Problem. Go through the records and count every line that holds "without". Only the number belongs in the reply.

Data excerpts.
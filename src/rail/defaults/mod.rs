//! Every key of the rail file, once: what it means, what may be written, and what holds without it.
//!
//! The reader, the `rail` command, the help and the guide all take their defaults from here.

mod drive;
mod key;
mod limits;
mod stage;
mod supply;

pub use drive::*;
pub use key::{Bounds, Key, Kind, Preset};
pub use limits::*;
pub use stage::*;
pub use supply::*;

/// The greatest count of equal parts in parallel that may be asked for.
pub const MOST_PARALLEL: u32 = 64;

/// The most entries of a list that is crossed or evaluated in full: frequencies, loads.
pub const MOST_LISTED: usize = 1000;

/// Every key in the order of the file.
pub const KEYS: &[&Key] = &[
    &NAME,
    &INPUT_MIN,
    &INPUT_TYPICAL,
    &INPUT_MAX,
    &INPUT_RIPPLE,
    &INPUT_SURGE,
    &OUTPUT_VOLTAGE,
    &OUTPUT_CURRENT,
    &OUTPUT_PEAK,
    &OUTPUT_RIPPLE,
    &STEP_CURRENT,
    &STEP_DEVIATION,
    &STEP_CROSSOVER,
    &AMBIENT_TEMPERATURE,
    &DRIVE_VOLTAGE,
    &DRIVE_PULL_UP,
    &DRIVE_PULL_DOWN,
    &DRIVE_DEAD_TIME,
    &DRIVE_MINIMUM_ON,
    &DRIVE_MINIMUM_OFF,
    &DRIVE_BIAS,
    &DRIVE_SUPPLY,
    &DRIVE_SUPPLY_LIMIT,
    &STAGE_RECTIFIER,
    &STAGE_LIGHT_LOAD,
    &STAGE_FREQUENCY,
    &FREQUENCY_FROM,
    &FREQUENCY_TO,
    &FREQUENCY_STEPS,
    &PARALLEL_HIGH_SWITCH,
    &PARALLEL_RECTIFIER,
    &PARALLEL_INPUT,
    &PARALLEL_OUTPUT,
    &RIPPLE_RATIO_MIN,
    &RIPPLE_RATIO_MAX,
    &LOAD_CURRENT,
    &LOAD_SHARE,
    &LIMITS_JUNCTION_MARGIN,
    &LIMITS_VOLTAGE_DERATING,
    &LIMITS_CURRENT_DERATING,
    &LIMITS_RINGING,
    &LIMITS_SATURATION_MARGIN,
    &LIMITS_WINDING_TEMPERATURE,
    &DERATING_CERAMIC,
    &DERATING_POLYMER,
    &DERATING_ELECTROLYTIC,
    &LIMITS_AREA,
    &LIMITS_HEIGHT,
    &LIMITS_COST,
    &LIMITS_EFFICIENCY,
    &WORTH_LOSS,
    &WORTH_AREA,
    &WORTH_COST,
    &PIN_HIGH_SWITCH,
    &PIN_RECTIFIER,
    &PIN_INDUCTOR,
    &PIN_INPUT,
    &PIN_OUTPUT,
    &PARTS_BAN,
];

#[cfg(test)]
mod tests {
    use super::*;

    #[test]
    fn every_default_is_within_its_own_bounds_and_has_a_reason() {
        for key in KEYS {
            assert_eq!(key.reason.is_empty(), key.preset == Preset::Required, "{}", key.path);
            assert!(!key.meaning.is_empty(), "{}", key.path);
            match (key.kind, key.preset) {
                (Kind::Number(_, bounds) | Kind::NumberOrNone(_, bounds), Preset::Number(value)) => {
                    assert!(bounds.hold(value), "{}", key.path);
                }
                (Kind::Rate(_), Preset::Number(value)) => assert!(value >= 0.0, "{}", key.path),
                (Kind::Count(most), Preset::Count(count)) => assert!((1..=most).contains(&count), "{}", key.path),
                (Kind::Word(words), Preset::Word(word)) => assert!(words.contains(&word), "{}", key.path),
                (Kind::Words(words), Preset::Words(some)) => {
                    assert!(!some.is_empty() && some.iter().all(|word| words.contains(word)), "{}", key.path);
                }
                (Kind::Supply, Preset::Word(word)) => assert!(SUPPLY_WORDS.contains(&word)),
                (Kind::Frequencies, Preset::Number(frequency_hz)) => assert!(frequency_hz > 0.0),
                (_, Preset::Required | Preset::Times(_) | Preset::Nothing) => {}
                (kind, preset) => panic!("{}: {preset:?} is no value of {kind:?}", key.path),
            }
        }
    }

    #[test]
    fn a_path_is_listed_once_and_splits_into_section_and_name() {
        let mut paths: Vec<_> = KEYS.iter().map(|key| key.path).collect();
        paths.sort_unstable();
        paths.dedup();
        assert_eq!(paths.len(), KEYS.len());
        assert_eq!(
            (DERATING_CERAMIC.section(), DERATING_CERAMIC.name()),
            ("limits.capacitor_voltage_derating", "ceramic")
        );
        assert_eq!((NAME.section(), NAME.name()), ("", "name"));
    }
}
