//! What a key of the rail file is.

use crate::quantity::Dimension;

/// Which numbers a key takes.
#[derive(Debug, Clone, Copy, PartialEq, Eq)]
pub enum Bounds {
    /// Above zero.
    AboveZero,
    /// Zero or above.
    ZeroOrMore,
    /// Above zero, at most one.
    UpToOne,
    /// Above zero, below one.
    BelowOne,
    /// One or above.
    OneOrMore,
    /// Above absolute zero, at most the 500 °C up to which temperatures are solved.
    Celsius,
}

impl Bounds {
    /// Whether a finite number is within.
    pub fn hold(self, value: f64) -> bool {
        match self {
            Self::AboveZero => value > 0.0,
            Self::ZeroOrMore => value >= 0.0,
            Self::UpToOne => value > 0.0 && value <= 1.0,
            Self::BelowOne => value > 0.0 && value < 1.0,
            Self::OneOrMore => value >= 1.0,
            Self::Celsius => value > -273.15 && value <= 500.0,
        }
    }

    /// The bounds in words.
    pub const fn words(self) -> &'static str {
        match self {
            Self::AboveZero => "above zero",
            Self::ZeroOrMore => "of zero or above",
            Self::UpToOne => "above 0 and at most 1 (100 %)",
            Self::BelowOne => "above 0 and below 1 (100 %)",
            Self::OneOrMore => "of 1 or above",
            Self::Celsius => "above −273.15 °C and at most 500 °C",
        }
    }
}

/// What may be written.
#[derive(Debug, Clone, Copy, PartialEq)]
pub enum Kind {
    /// A number of a dimension, within bounds.
    Number(Dimension, Bounds),
    /// The same, or `"none"`.
    NumberOrNone(Dimension, Bounds),
    /// A whole number from 1 to the greatest.
    Count(u32),
    /// One of these words.
    Word(&'static [&'static str]),
    /// One or several of these words, in a list or alone.
    Words(&'static [&'static str]),
    /// The user's own words.
    Text,
    /// One or several part names, in a list or alone.
    Names,
    /// A plain number at or above zero for one unit of something, in this unit.
    Rate(Option<&'static str>),
    /// Where the gate supply comes from: a word or an efficiency.
    Supply,
    /// One frequency, a list of them, or `{ from, to, steps }`.
    Frequencies,
}

/// What holds when a key is not written.
#[derive(Debug, Clone, Copy, PartialEq)]
pub enum Preset {
    /// Nothing: the key must be written.
    Required,
    /// A number in the unit of the key.
    Number(f64),
    /// A count.
    Count(u32),
    /// A word.
    Word(&'static str),
    /// Several words.
    Words(&'static [&'static str]),
    /// So many times another value of the rail.
    Times(f64),
    /// No value: the limit or check does not exist.
    Nothing,
}

/// One key of the rail file.
#[derive(Debug, Clone, Copy, PartialEq)]
pub struct Key {
    /// Sections and name, joined by points.
    pub path: &'static str,
    /// What may be written.
    pub kind: Kind,
    /// What holds without it.
    pub preset: Preset,
    /// Why that holds; empty for a key that must be written.
    pub reason: &'static str,
    /// What it means.
    pub meaning: &'static str,
}

impl Key {
    /// A key that must be written.
    pub(super) const fn required(path: &'static str, kind: Kind, meaning: &'static str) -> Self {
        Self { path, kind, preset: Preset::Required, reason: "", meaning }
    }

    /// A key without which `preset` holds, for `reason`.
    pub(super) const fn or(
        path: &'static str,
        kind: Kind,
        preset: Preset,
        reason: &'static str,
        meaning: &'static str,
    ) -> Self {
        Self { path, kind, preset, reason, meaning }
    }

    /// The key without its sections.
    pub fn name(&self) -> &'static str {
        self.path.rsplit_once('.').map_or(self.path, |(_, name)| name)
    }

    /// The sections without the key; empty at the top.
    pub fn section(&self) -> &'static str {
        self.path.rsplit_once('.').map_or("", |(section, _)| section)
    }

    /// What it measures; `None` for words and counts, and for what is worth so much a unit.
    pub const fn dimension(&self) -> Option<Dimension> {
        match self.kind {
            Kind::Number(dimension, _) | Kind::NumberOrNone(dimension, _) => Some(dimension),
            Kind::Frequencies => Some(Dimension::Frequency),
            _ => None,
        }
    }

    /// The unit of the value that the rail holds; `None` for words, counts, ratios and money.
    pub fn unit(&self) -> Option<&'static str> {
        match self.kind {
            Kind::Rate(unit) => unit,
            _ => self.dimension().filter(|dimension| !dimension.is_dimensionless()).map(Dimension::base_unit),
        }
    }
}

Problem solution. 5